Below are the records; copy each line in which "gforker" can be found.

Records drawn from a dataset:

══════════

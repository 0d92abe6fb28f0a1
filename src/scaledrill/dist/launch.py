"""Start the P processes of a run and watch them.

`gloo`: P children of this process. The rendezvous store is served from this
process, on a socket it binds itself (127.0.0.1 unless `layout.address` says
otherwise; a port taken by another run is refused before any rank starts), and
the ranks' gloo connections use the loopback interface. `mpi`: the ranks are
started by the `mpiexec` of the mpich wheel; on one machine its forking process
manager (`mpiexec.gforker`, beside it), which opens no network listener, and the
ranks' transport is held to the loopback device. Either way every rank runs
`python -m scaledrill.dist.rank RUN_DIR JOB`, which reads RUN_DIR/config.yaml.

The watcher:
- forwards SIGINT and SIGTERM to every rank, which all stop after the same step,
  checkpoint, and report the `resume=` command, shown here; a second signal kills;
- when one rank fails (an error, a signal, a crash) stops the others at once
  (SIGTERM, then SIGKILL after `grace_s` seconds: a rank blocked in a collective
  with the failed one cannot act on a signal) instead of letting them wait, and
  ends the run with that rank's own status and message (2 bad input, 3 data,
  4 checkpoint, 5 a rank that died), the same as the local backend would.
"""

import ipaddress
import os
import shutil
import signal
import socket
import subprocess
import sys
import threading
import time
from pathlib import Path

from scaledrill.dist.procs import kill_tree, rank_pids, rank_processes, send, wait_gone
from scaledrill.dist.rank import describe_status, error_file, read_error
from scaledrill.errors import INTERRUPT_STATUSES, ConfigError, Interrupted, WorkerFailed, error_for_status


def threads_per_proc(procs: int) -> int:
    """Threads each process may use so P processes never oversubscribe the cores."""
    return max(1, (os.cpu_count() or 1) // procs)


def resolve_address(address) -> str:
    """The IP address `layout.address` names (a host name is looked up once, here)."""
    try:
        return socket.getaddrinfo(str(address), None, socket.AF_INET, socket.SOCK_STREAM)[0][4][0]
    except (socket.gaierror, UnicodeError, ValueError):
        raise ConfigError("layout.address", "must be an IPv4 address or a host name this machine can resolve "
                          "(127.0.0.1 keeps every connection on this machine)", address) from None


def is_loopback(address: str) -> bool:
    return ipaddress.ip_address(resolve_address(address)).is_loopback


def free_port(address: str = "127.0.0.1") -> int:
    with socket.socket() as s:
        s.bind((resolve_address(address), 0))
        return s.getsockname()[1]


def find_mpiexec(given: str | None = None) -> str:
    if given:
        if not (Path(given).is_file() and os.access(given, os.X_OK)):
            raise ConfigError("layout.mpiexec", "must be the path of an executable mpiexec", given)
        return given
    beside = Path(sys.executable).parent / "mpiexec"
    found = str(beside) if beside.exists() else shutil.which("mpiexec")
    if not found:
        raise ConfigError("layout.backend", "mpi needs an `mpiexec`; install the mpich wheel (pip install mpich) or use gloo", "mpi")
    return found


def listen(address: str, port: int | None) -> socket.socket:
    """The rendezvous socket, bound and listening: claiming the port is one atomic step, so of two
    runs started together on one `layout.port` the second gets a clean refusal. `port` has passed config/rules.py."""
    host = resolve_address(address)
    sock = socket.socket()
    try:
        sock.bind((host, port or 0))
        sock.listen(128)
    except OSError as err:
        sock.close()
        raise ConfigError("layout.port", f"port {port} on {host} is not free ({err.strerror}); choose another or null", port) from None
    return sock


def check_port(address: str, port: int | None) -> None:
    """A port the user chose must be free now, or the rendezvous would fail later and less clearly."""
    if port is not None:
        listen(address, port).close()


def check_backend_available(backend: str, mpiexec: str | None = None) -> None:
    """Fail before anything starts when the backend's library is missing."""
    if backend == "mpi":
        try:
            import mpi4py  # noqa: F401
        except ImportError:
            raise ConfigError("layout.backend", "mpi needs the mpi4py package (pip install mpi4py mpich)", backend) from None
        find_mpiexec(mpiexec)
    if backend == "gloo":
        import torch.distributed as dist

        if not dist.is_available() or not dist.is_gloo_available():
            raise ConfigError("layout.backend", "this torch build has no gloo support", backend)


def _worker_command(run_dir: Path, job: str | None) -> list[str]:
    return [sys.executable, "-m", "scaledrill.dist.rank", str(run_dir), *([job] if job else [])]


LOOPBACK_TRANSPORT = {  # keep the ranks' own connections on the loopback device
    "GLOO_SOCKET_IFNAME": "lo",  # gloo's pairs
    "UCX_NET_DEVICES": "lo",  # mpich's ucx netmod
    "FI_TCP_IFACE": "lo",  # mpich's ofi netmod (tcp provider)
}


class Gloo:
    """P children of this process; the rendezvous store is served from here."""

    def __init__(self, run_dir: Path, procs: int, env: dict, address: str, port: int | None, timeout_s: float, job: str | None):
        from datetime import timedelta

        import torch.distributed as dist

        self.sock = listen(address, port)
        host, port = self.sock.getsockname()[:2]
        self.store = dist.TCPStore(host, port, None, True, timedelta(seconds=timeout_s), wait_for_workers=False,
                                   master_listen_fd=self.sock.fileno())
        self.procs = {}
        for rank in range(procs):
            child_env = dict(env, MASTER_ADDR=host, MASTER_PORT=str(port), RANK=str(rank), LOCAL_RANK=str(rank),
                             WORLD_SIZE=str(procs), SCALEDRILL_STORE="served")
            self.procs[rank] = subprocess.Popen(_worker_command(run_dir, job), env=child_env, start_new_session=True)

    def ranks(self) -> dict[int, int]:
        return {rank: proc.pid for rank, proc in self.procs.items() if proc.poll() is None}

    def statuses(self) -> dict:
        return {rank: proc.poll() for rank, proc in self.procs.items()}

    def wait(self, limit: float) -> None:
        deadline = time.monotonic() + limit
        for proc in self.procs.values():
            try:
                proc.wait(max(0.1, deadline - time.monotonic()))
            except subprocess.TimeoutExpired:
                pass

    def kill(self) -> None:
        for proc in self.procs.values():
            if proc.poll() is None:
                proc.kill()
            proc.wait()
        self.sock.close()


class Mpi:
    """`mpiexec -n P`: the ranks are its descendants, found through /proc."""

    def __init__(self, run_dir: Path, procs: int, env: dict, address: str, mpiexec: str | None, job: str | None):
        path = find_mpiexec(mpiexec)
        forking = Path(path).parent / "mpiexec.gforker"
        if is_loopback(address) and forking.exists():
            path = str(forking)  # one machine: fork the ranks, no proxy daemon listening on every interface
        self.expected, self.run_dir = procs, Path(run_dir)
        self.proc = subprocess.Popen([path, "-n", str(procs), *_worker_command(run_dir, job)], env=env, start_new_session=True)
        self.known: dict[int, int] = {}

    def ranks(self) -> dict[int, int]:
        if len(self.known) < self.expected and self.proc.poll() is None:
            self.known.update(rank_pids(self.proc.pid))
        return {rank: pid for rank, pid in self.known.items() if Path(f"/proc/{pid}").exists()}

    def statuses(self) -> dict:
        return {"mpiexec": self.proc.poll()}

    def wait(self, limit: float) -> None:
        try:
            self.proc.wait(limit)
        except subprocess.TimeoutExpired:
            pass

    def kill(self) -> None:
        hit = kill_tree(self.proc.pid) if self.proc.poll() is None else []
        for pid in rank_processes(self.run_dir):  # hydra gives each rank a session of its own, and a
            send(pid, signal.SIGKILL)  # rank whose guard died first hangs below init
            hit.append(pid)
        self.proc.wait()
        wait_gone(hit)  # none of them outlives the launcher's return


def clear_reports(run_dir: Path) -> None:
    """Reports of an earlier run in this directory must not be taken for this run's."""
    for path in Path(run_dir).glob(".rank*.error*"):
        path.unlink(missing_ok=True)


def launch(run_dir: Path, backend: str, procs: int, address: str = "127.0.0.1", grace_s: float = 1.0,
           port: int | None = None, mpiexec: str | None = None, job: str | None = None, timeout_s: float = 60.0) -> None:
    """Run the P processes (`python -m scaledrill.dist.rank RUN_DIR JOB`, JOB by default a training run) to
    completion; raise the failing rank's own error, or WorkerFailed naming a rank that died."""
    clear_reports(run_dir)
    env = dict(os.environ, SCALEDRILL_THREADS=str(threads_per_proc(procs)), PYTHONUNBUFFERED="1")
    if is_loopback(address):
        env.update(LOOPBACK_TRANSPORT)
    if backend == "mpi":
        group = Mpi(run_dir, procs, env, address, mpiexec, job)
    else:
        group = Gloo(run_dir, procs, env, address, port, timeout_s, job)
    try:
        _watch(group, Path(run_dir), procs, grace_s)
    finally:
        group.kill()  # nothing outlives the launcher


def _reports(run_dir: Path, procs: int) -> dict[int, tuple[int, str]]:
    return {rank: report for rank in range(procs) if (report := read_error(run_dir, rank)) is not None}


def _first_stop(run_dir: Path, procs: int) -> tuple[int, int, str] | None:
    """(rank, status, message) of the first rank that reported stopping on a signal."""
    stops = sorted((rank, *r) for rank, r in _reports(run_dir, procs).items() if r[0] in INTERRUPT_STATUSES)
    return stops[0] if stops else None


def _cause(group, run_dir: Path, procs: int) -> tuple | None:
    """(rank, status, message) of the failure that ended the run, or None while all is well.

    When one rank dies its peers fail too (a closed connection, a timeout), so the cause
    is chosen by kind, not by who reported first: a rank killed by a signal or gone
    without a word, then a rank's bad input, data or checkpoint, then the earliest report."""
    def collect():
        reports = {rank: r for rank, r in _reports(run_dir, procs).items() if r[0] not in INTERRUPT_STATUSES}
        ended = {rank: code for rank, code in group.statuses().items()
                 if code not in (None, 0) and code not in INTERRUPT_STATUSES and rank not in reports}
        return reports, ended

    reports, ended = collect()
    if not reports and not ended:
        return None
    time.sleep(0.3)  # the rest of the story: the failed rank's own report, a dead peer's status
    reports, ended = collect()
    ranked = [(0, 0.0, rank, code, describe_status(code)) for rank, code in ended.items()]
    for rank, (status, message) in reports.items():
        kind = 0 if status > 128 else 1 if status in (2, 3, 4) else 2
        ranked.append((kind, error_file(run_dir, rank).stat().st_mtime, rank, status, message))
    return min(ranked, key=lambda c: c[:2])[2:]


def _raise_failure(rank, status: int, message: str) -> None:
    if status in (2, 3, 4):  # bad input, data or checkpoint: the same error, status and words as on one process
        raise error_for_status(status, message)
    who = "an MPI process (mpiexec)" if rank == "mpiexec" else f"rank {rank}"
    raise WorkerFailed(f"{who} failed: {message}; the other processes were stopped")


def _watch(group, run_dir: Path, procs: int, grace_s: float) -> None:
    caught: list[int] = []
    told: set[int] = set()  # pids the stop signal was forwarded to

    def tell_ranks() -> None:
        for pid in group.ranks().values():
            if pid not in told:
                told.add(pid)
                send(pid, caught[0])

    def forward(signum, frame):
        if caught:  # asked twice: stop now
            raise Interrupted("stopped at once by a second signal; the newest checkpoint may be older", signum)
        caught.append(signum)
        tell_ranks()

    previous = {}
    if threading.current_thread() is threading.main_thread():  # only there may Python handle signals
        previous = {sig: signal.signal(sig, forward) for sig in (signal.SIGINT, signal.SIGTERM)}
    try:
        while True:
            failure = _cause(group, run_dir, procs)
            if failure is not None:
                for pid in group.ranks().values():
                    send(pid, signal.SIGTERM)
                group.wait(grace_s)
                _raise_failure(*failure)  # `finally` kills what is left (checkpoints are written atomically)
            if all(code is not None for code in group.statuses().values()):
                break
            if caught:
                tell_ranks()  # also a rank that started after the signal came
            time.sleep(0.05)
    finally:
        for sig, handler in previous.items():
            signal.signal(sig, handler)
    stopped = _first_stop(run_dir, procs)
    if stopped is not None:
        raise Interrupted(stopped[2], caught[0] if caught else stopped[1] - 128)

══════════

- ANSWER FOR THIS EXERCISE -
manager (`mpiexec.gforker`, beside it), which opens no network listener, and the
        forking = Path(path).parent / "mpiexec.gforker"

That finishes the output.